DATASET CONTENT Block Start
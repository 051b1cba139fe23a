import { EMPTY, unlessMemoryRefused, Workspaces, type Workspace } from './wasm.js'
import type { KernelsUsing } from './signatures.js'

/**
 * WebAssembly SIMD128 fast path of the dense associative memories (network/dense-memory.ts;
 * kernel text and the argument for exactness: "denseMemory" in scripts/gen-kernels.ts).
 *
 * ## Why this shape
 * The plain visit gathers P table entries and adds them one after the other. Here a visit is
 * a masked sum of a float64 vector that depends on the overlaps only (rebuilt, O(P), when a
 * neuron changes, which rewrites every overlap anyway), two lanes per SIMD operation.
 * - Polynomial F(x) = xⁿ: the field is an integer, computed exactly, so it is the plain
 *   field bit for bit, at any temperature. Only where every sum stays an integer below 2⁵³
 *   (`polynomialKernelFits`); elsewhere the network keeps the plain path.
 * - Exponential: the sign of a quantity with the sign of the exact field decides wherever it
 *   is further from 0 than both computations' rounding errors together; elsewhere (ties and
 *   near-ties) the kernel computes the plain sum itself, in the plain order. Every decision is
 *   the plain decision. Zero temperature only, as the model.
 *
 * Memory as in the overlap kernel: neuron-major int8 patterns (P padded to 16) in a shared
 * instance for small networks (copied in when another network used it last), in a private
 * instance, as the only copy, for networks of 8 MiB of patterns or more.
 */
type MemoryExports = KernelsUsing<'overlaps32' | 'transpose' | 'memVectorPoly' | 'memSweepPoly' | 'memSyncPoly' | 'memGlauberPoly' | 'memGlauberSyncPoly' | 'memSweepExp' | 'memSyncExp'>

const workspaces = new Workspaces<MemoryExports>('memory', 8 * 1024 * 1024)

/** Moves the shared/private boundary (tests use it to exercise private instances on small networks). */
export function setDenseMemoryPrivateBytes (bytes: number): void {
  workspaces.privateBytes = bytes
}

let nextId = 1
const align16 = (x: number): number => (x + 15) & ~15
const STAGE_BYTES = 1024 * 1024

export type DenseMemoryKernelName = 'wasm-simd128-dense-memory-poly' | 'wasm-simd128-dense-memory-exp'

/**
 * Whether the polynomial kernel computes exact fields for degree n: every D(r) = (r+1)ⁿ − (r−1)ⁿ
 * with |r| ≤ N + 1 is an exact double ((N + 2)ⁿ < 2⁵³) and every sum of up to 2P of them stays
 * below 2⁵³ (4·P·max|D| < 2⁵³). Then the plain sums of the same integers are exact too.
 */
export function polynomialKernelFits (neurons: number, patterns: number, degree: number): boolean {
  const limit = 2n ** 53n
  const n = BigInt(neurons)
  const top = (n + 2n) ** BigInt(degree)
  if (top >= limit) return false
  const maxD = top - n ** BigInt(degree)
  return 4n * BigInt(patterns) * maxD < limit
}

/** xᵏ by repeated multiplication, as the plain table computes it (exact below 2⁵³). */
function integerPower (x: number, k: number): number {
  let out = 1
  for (let e = 0; e < k; e++) out *= x
  return out
}

/** Bytes of the kernel's layout beyond the neuron-major patterns (memory estimates). */
export function denseMemoryKernelExtraBytes (neurons: number, patterns: number): number {
  const pp = align16(patterns)
  return 4 * pp + 8 * pp + 16 + 8 * (2 * neurons + 3) + 3 * neurons + 4 * neurons + 8 * neurons + Math.min(pp, Math.max(16, Math.floor(STAGE_BYTES / neurons / 16) * 16)) * neurons + 128
}

export class DenseMemoryKernel {
  readonly name: DenseMemoryKernelName
  /** Row stride of `xi`: P rounded up to 16. */
  readonly stride: number
  /** Neuron-major patterns, xi[i·stride + μ] (padding 0): the network's own copy, or a view into a private memory. */
  readonly xi: Int8Array
  private readonly ws: Workspace<MemoryExports>
  private readonly k: MemoryExports
  private readonly isPrivate: boolean
  private readonly id = nextId++
  private readonly n: number
  private readonly p: number
  private readonly polynomial: boolean
  /** Polynomial: D(r) at r + off; exponential: e^{−d} at d. */
  private readonly table: Float64Array
  private readonly off: number
  private readonly xiAt = 0
  private readonly mAt: number
  private readonly sAt: number
  private readonly nextAt: number
  private readonly prevAt: number
  private readonly orderAt: number
  private readonly noiseAt: number
  private readonly vecAt: number
  private readonly sumsAt: number
  private readonly tableAt: number
  private readonly stageAt: number
  private readonly stageRows: number
  private readonly end: number
  private buffer: ArrayBuffer | null = null
  private u8: Uint8Array = EMPTY.u8
  private s8: Int8Array = EMPTY.i8
  private prev8: Int8Array = EMPTY.i8
  private m32: Int32Array = EMPTY.i32
  private order32: Int32Array = EMPTY.i32
  private noise64: Float64Array = EMPTY.f64

  /**
   * `degree` for F(x) = xⁿ, null for the exponential. Null when the host lacks WebAssembly
   * SIMD, the polynomial's sums would not be exact, or the layout does not fit a 32-bit memory.
   */
  static create (neurons: number, patterns: number, degree: number | null): DenseMemoryKernel | null {
    if (degree !== null && !polynomialKernelFits(neurons, patterns, degree)) return null
    if (neurons * align16(patterns) + denseMemoryKernelExtraBytes(neurons, patterns) > 3.5 * 2 ** 30) return null
    const ws = workspaces.for(neurons * align16(patterns))
    return ws === null ? null : unlessMemoryRefused(() => new DenseMemoryKernel(ws, neurons, patterns, degree))
  }

  private constructor (ws: Workspace<MemoryExports>, n: number, p: number, degree: number | null) {
    this.ws = ws
    this.k = ws.k
    this.n = n
    this.p = p
    this.polynomial = degree !== null
    this.name = this.polynomial ? 'wasm-simd128-dense-memory-poly' : 'wasm-simd128-dense-memory-exp'
    const pp = align16(p)
    this.stride = pp
    this.off = n + 1
    if (degree !== null) {
      this.table = new Float64Array(2 * n + 3)
      for (let r = -n - 1; r <= n + 1; r++) this.table[r + this.off] = integerPower(r + 1, degree) - integerPower(r - 1, degree)
    } else {
      this.table = new Float64Array(2 * n + 2)
      for (let d = 0; d < this.table.length; d++) this.table[d] = Math.exp(-d)
    }
    this.mAt = align16(n * pp)
    this.sAt = align16(this.mAt + 4 * pp)
    this.nextAt = align16(this.sAt + n)
    this.prevAt = align16(this.nextAt + n)
    this.orderAt = align16(this.prevAt + n)
    this.noiseAt = align16(this.orderAt + 4 * n)
    this.vecAt = align16(this.noiseAt + 8 * n)
    this.sumsAt = align16(this.vecAt + 8 * pp)
    this.tableAt = align16(this.sumsAt + 16)
    this.stageAt = align16(this.tableAt + 8 * this.table.length)
    this.stageRows = Math.min(pp, Math.max(16, Math.floor(STAGE_BYTES / n / 16) * 16))
    this.end = this.stageAt + this.stageRows * n + 32
    this.isPrivate = ws.isPrivate
    ws.reserve(this.end)
    this.xi = this.isPrivate ? new Int8Array(ws.buffer, 0, n * pp) : new Int8Array(n * pp)
  }

  /** Fills `xi` from pattern-major ±1 patterns (patterns[μ·N + i]), 16×16 tiles at a time (as the overlap kernel). */
  loadPatterns (patterns: Int8Array): void {
    const { n, p } = this
    this.enter(false)
    const u8 = this.u8
    for (let mu0 = 0; mu0 < p; mu0 += this.stageRows) {
      const rows = Math.min(this.stageRows, p - mu0)
      const padded = align16(rows)
      u8.set(new Uint8Array(patterns.buffer, patterns.byteOffset + mu0 * n, rows * n), this.stageAt)
      u8.fill(0, this.stageAt + rows * n, this.stageAt + padded * n + 32)
      this.k.transpose(this.stageAt, n, align16(n), this.xiAt + mu0, this.stride, padded)
    }
    if (!this.isPrivate) this.xi.set(new Int8Array(u8.buffer, this.xiAt, n * this.stride))
  }

  /** m = Σ_i s_i ξ_i from scratch. */
  overlaps (state: Int8Array, m: Int32Array): void {
    this.enter()
    this.s8.set(state)
    this.k.overlaps32(this.xiAt, this.mAt, this.sAt, this.n, this.stride)
    m.set(this.m32.subarray(0, this.p))
  }

  /** One zero-temperature asynchronous sweep in `order`; true if a neuron changed. */
  sweep (state: Int8Array, m: Int32Array, order: Int32Array): boolean {
    this.enter()
    this.pass(state, m)
    this.order32.set(order)
    const changed = this.polynomial
      ? this.k.memSweepPoly(this.xiAt, this.mAt, this.sAt, this.orderAt, this.n, this.stride, this.p, this.vecAt, this.tableAt, this.off, this.sumsAt)
      : this.k.memSweepExp(this.xiAt, this.mAt, this.sAt, this.orderAt, this.n, this.stride, this.p, this.vecAt, this.tableAt, this.sumsAt)
    this.leave(state, m)
    return changed !== 0
  }

  /** One zero-temperature synchronous step: 0 changed, 1 fixed point (nothing written back), 2 two-cycle. */
  sync (state: Int8Array, m: Int32Array, previous: Int8Array, check: boolean): number {
    this.enter()
    this.pass(state, m)
    this.prev8.set(previous)
    const c = check ? 1 : 0
    const outcome = this.polynomial
      ? this.k.memSyncPoly(this.xiAt, this.mAt, this.sAt, this.nextAt, this.prevAt, this.n, this.stride, this.p, this.vecAt, this.tableAt, this.off, this.sumsAt, c)
      : this.k.memSyncExp(this.xiAt, this.mAt, this.sAt, this.nextAt, this.prevAt, this.n, this.stride, this.p, this.vecAt, this.tableAt, this.sumsAt, c)
    if (outcome !== 1) {
      previous.set(this.prev8)
      this.leave(state, m)
    }
    return outcome
  }

  /** Polynomial only: one asynchronous Glauber sweep with noise[k] the uniform of the k-th visit. */
  glauber (state: Int8Array, m: Int32Array, order: Int32Array, noise: Float64Array, factor: number): void {
    this.enter()
    this.pass(state, m)
    this.order32.set(order)
    this.noise64.set(noise.subarray(0, this.n))
    this.k.memGlauberPoly(this.xiAt, this.mAt, this.sAt, this.orderAt, this.noiseAt, this.n, this.stride, this.p, this.vecAt, this.tableAt, this.off, this.sumsAt, factor)
    this.leave(state, m)
  }

  /** Polynomial only: one synchronous Glauber step with noise[i] the uniform of neuron i. */
  glauberSync (state: Int8Array, m: Int32Array, noise: Float64Array, factor: number): void {
    this.enter()
    this.pass(state, m)
    this.noise64.set(noise.subarray(0, this.n))
    this.k.memGlauberSyncPoly(this.xiAt, this.mAt, this.sAt, this.nextAt, this.noiseAt, this.n, this.stride, this.p, this.vecAt, this.tableAt, this.off, this.sumsAt, factor)
    this.leave(state, m)
  }

  /** Makes this network's layout current: memory large enough, views fresh, patterns and table resident. */
  private enter (copyPatterns = true): void {
    const ws = this.ws
    if (!this.isPrivate) ws.reserve(this.end)
    const buffer = ws.buffer
    if (buffer !== this.buffer) {
      this.buffer = buffer
      this.u8 = new Uint8Array(buffer)
      this.s8 = new Int8Array(buffer, this.sAt, this.n)
      this.prev8 = new Int8Array(buffer, this.prevAt, this.n)
      this.m32 = new Int32Array(buffer, this.mAt, align16(this.p))
      this.order32 = new Int32Array(buffer, this.orderAt, this.n)
      this.noise64 = new Float64Array(buffer, this.noiseAt, this.n)
    }
    if (ws.residentId !== this.id) {
      new Float64Array(buffer, this.tableAt, this.table.length).set(this.table)
      // Padding overlaps stay 0, so padding lanes of the vector never matter.
      this.m32.fill(0)
      if (!this.isPrivate && copyPatterns) this.u8.set(new Uint8Array(this.xi.buffer, this.xi.byteOffset, this.xi.length), this.xiAt)
      ws.residentId = this.id
    }
  }

  private pass (state: Int8Array, m: Int32Array): void {
    this.s8.set(state)
    this.m32.set(m)
  }

  private leave (state: Int8Array, m: Int32Array): void {
    state.set(this.s8)
    m.set(this.m32.subarray(0, this.p))
  }
}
DATASET CONTENT Block End
TRY IT → When the line with "elsewhere (ties and" is reached in the data above, begin copying, and stop after the line with "const align16 = (x: number): number"; copy each line exactly, both ends included.

REPLY TO THE EXERCISE →
 *   is further from 0 than both computations' rounding errors together; elsewhere (ties and
 *   near-ties) the kernel computes the plain sum itself, in the plain order. Every decision is
 *   the plain decision. Zero temperature only, as the model.
 *
 * Memory as in the overlap kernel: neuron-major int8 patterns (P padded to 16) in a shared
 * instance for small networks (copied in when another network used it last), in a private
 * instance, as the only copy, for networks of 8 MiB of patterns or more.
 */
type MemoryExports = KernelsUsing<'overlaps32' | 'transpose' | 'memVectorPoly' | 'memSweepPoly' | 'memSyncPoly' | 'memGlauberPoly' | 'memGlauberSyncPoly' | 'memSweepExp' | 'memSyncExp'>

const workspaces = new Workspaces<MemoryExports>('memory', 8 * 1024 * 1024)

/** Moves the shared/private boundary (tests use it to exercise private instances on small networks). */
export function setDenseMemoryPrivateBytes (bytes: number): void {
  workspaces.privateBytes = bytes
}

let nextId = 1
const align16 = (x: number): number => (x + 15) & ~15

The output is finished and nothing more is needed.